> TASK DIRECTIONS
Return, exactly and in full, the lines of the records below starting at the one with "return nil, errors.Join(err, conn.Close())" and ending at the one with "if now, err", and no other lines.

> INFORMATION PROVIDED
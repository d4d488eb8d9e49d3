package store

import (
	"context"
	"database/sql"
	"errors"
	"fmt"
	"os"
	"sync"
)

// Monitor tells whether anything was written to a logbook since it was last asked: by this program or another, on any
// connection but its own. It asks SQLite for its data version, which costs microseconds, and reads no row. It may be used by
// several goroutines, and is closed before its Logbook.
//
// A logbook on a write-protected disk is read as a file that never changes, and seems so here too.
type Monitor struct {
	path string
	file os.FileInfo

	mu   sync.Mutex
	conn *sql.Conn
	last int64
}

// Monitor begins to look for changes.
func (lb *Logbook) Monitor(ctx context.Context) (*Monitor, error) {
	file, err := os.Stat(lb.path)
	if err != nil {
		return nil, explain(lb.path, err)
	}
	conn, err := lb.db.Conn(ctx)
	if err != nil {
		return nil, explain(lb.path, err)
	}
	m := &Monitor{path: lb.path, file: file, conn: conn}
	if _, err := m.Changed(ctx); err != nil {
		return nil, errors.Join(err, conn.Close())
	}
	return m, nil
}

// Changed says whether anything was written since it was last asked, or since the Monitor was made. It may be wrongly true,
// as when another program that closes the logbook tidies its file, and is never wrongly false. Where another file has taken
// the logbook's place it fails with ErrMissing: what is read through this Logbook is then no longer what stands there.
func (m *Monitor) Changed(ctx context.Context) (bool, error) {
	m.mu.Lock()
	defer m.mu.Unlock()
	if now, err := os.Stat(m.path); err != nil || !os.SameFile(m.file, now) {
		return false, &Fault{Path: m.path, Kind: ErrMissing, What: "it was moved, deleted or replaced while it was open", Cure: "open it again"}
	}
	// https://sqlite.org/pragma.html#pragma_data_version: the value differs from the one before on the same connection
	// where another connection has committed in between.
	var version int64
	if err := m.conn.QueryRowContext(ctx, "PRAGMA data_version").Scan(&version); err != nil {
		return false, fmt.Errorf("look for changes: %w", explain(m.path, err))
	}
	changed := version != m.last
	m.last = version
	return changed, nil
}

// Close ends the looking.
func (m *Monitor) Close() error {
	if err := m.conn.Close(); err != nil && !errors.Is(err, sql.ErrConnDone) {
		return explain(m.path, err)
	}
	return nil
}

> ANSWER TO THE PROBLEM
		return nil, errors.Join(err, conn.Close())
	}
	return m, nil
}

// Changed says whether anything was written since it was last asked, or since the Monitor was made. It may be wrongly true,
// as when another program that closes the logbook tidies its file, and is never wrongly false. Where another file has taken
// the logbook's place it fails with ErrMissing: what is read through this Logbook is then no longer what stands there.
func (m *Monitor) Changed(ctx context.Context) (bool, error) {
	m.mu.Lock()
	defer m.mu.Unlock()
	if now, err := os.Stat(m.path); err != nil || !os.SameFile(m.file, now) {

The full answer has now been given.